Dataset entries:
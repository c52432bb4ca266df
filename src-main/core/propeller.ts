// Static propeller load: T = C_T·ρ·n²·D⁴ and P = C_P·ρ·n³·D⁵ with n in rev/s and D in m, so
// the shaft torque the propeller asks for is P/ω = C_P·ρ·n²·D⁵/(2π).

import { currentAt, noLoadOmega, stallCurrent, torqueAt, type MotorParams } from './motor';
import { findRoot } from './solve';

export interface PropellerLoad {
  diameterM: number;
  thrustCoefficient: number | null;
  powerCoefficient: number;
  /** Air or water, kg/m³. */
  densityKgM3: number;
}

export function propThrust(ct: number, densityKgM3: number, revPerS: number, diameterM: number): number {
  return ct * densityKgM3 * revPerS * revPerS * diameterM ** 4;
}

export function propPower(cp: number, densityKgM3: number, revPerS: number, diameterM: number): number {
  return cp * densityKgM3 * revPerS ** 3 * diameterM ** 5;
}

export function propTorque(cp: number, densityKgM3: number, revPerS: number, diameterM: number): number {
  return (cp * densityKgM3 * revPerS * revPerS * diameterM ** 5) / (2 * Math.PI);
}

/** Blade tip speed from rotation alone (static), m/s. */
export function tipSpeed(revPerS: number, diameterM: number): number {
  return Math.PI * diameterM * revPerS;
}

export interface PropPoint {
  omegaRadS: number;
  revPerS: number;
  /** Per motor. */
  currentA: number;
  thrustN: number | null;
  tipSpeedMps: number;
}

interface PropCtx {
  m: MotorParams;
  voltageV: number;
  p: PropellerLoad;
}

function surplusTorque(omega: number, c: PropCtx): number {
  return torqueAt(c.m, c.voltageV, omega) - propTorque(c.p.powerCoefficient, c.p.densityKgM3, omega / (2 * Math.PI), c.p.diameterM);
}

/** Full-throttle static point of one motor and propeller: motor torque meets propeller torque. */
export function staticPropPoint(m: MotorParams, voltageV: number, p: PropellerLoad): PropPoint {
  const omegaMax = noLoadOmega(m, voltageV);
  const ctx: PropCtx = { m, voltageV, p };
  const omegaRadS = omegaMax > 0 ? findRoot(surplusTorque, ctx, 0, omegaMax, 1e-9 * Math.max(1, omegaMax), 100) : 0;
  const revPerS = omegaRadS / (2 * Math.PI);
  return {
    omegaRadS,
    revPerS,
    currentA: omegaMax > 0 ? currentAt(m, voltageV, omegaRadS) : stallCurrent(m, voltageV),
    thrustN: p.thrustCoefficient === null ? null : propThrust(p.thrustCoefficient, p.densityKgM3, revPerS, p.diameterM),
    tipSpeedMps: tipSpeed(revPerS, p.diameterM),
  };
}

Task item: What lines in the records above include the string "powerCoefficient"? Copy each one.

Task solution:
  powerCoefficient: number;
  return torqueAt(c.m, c.voltageV, omega) - propTorque(c.p.powerCoefficient, c.p.densityKgM3, omega / (2 * Math.PI), c.p.diameterM);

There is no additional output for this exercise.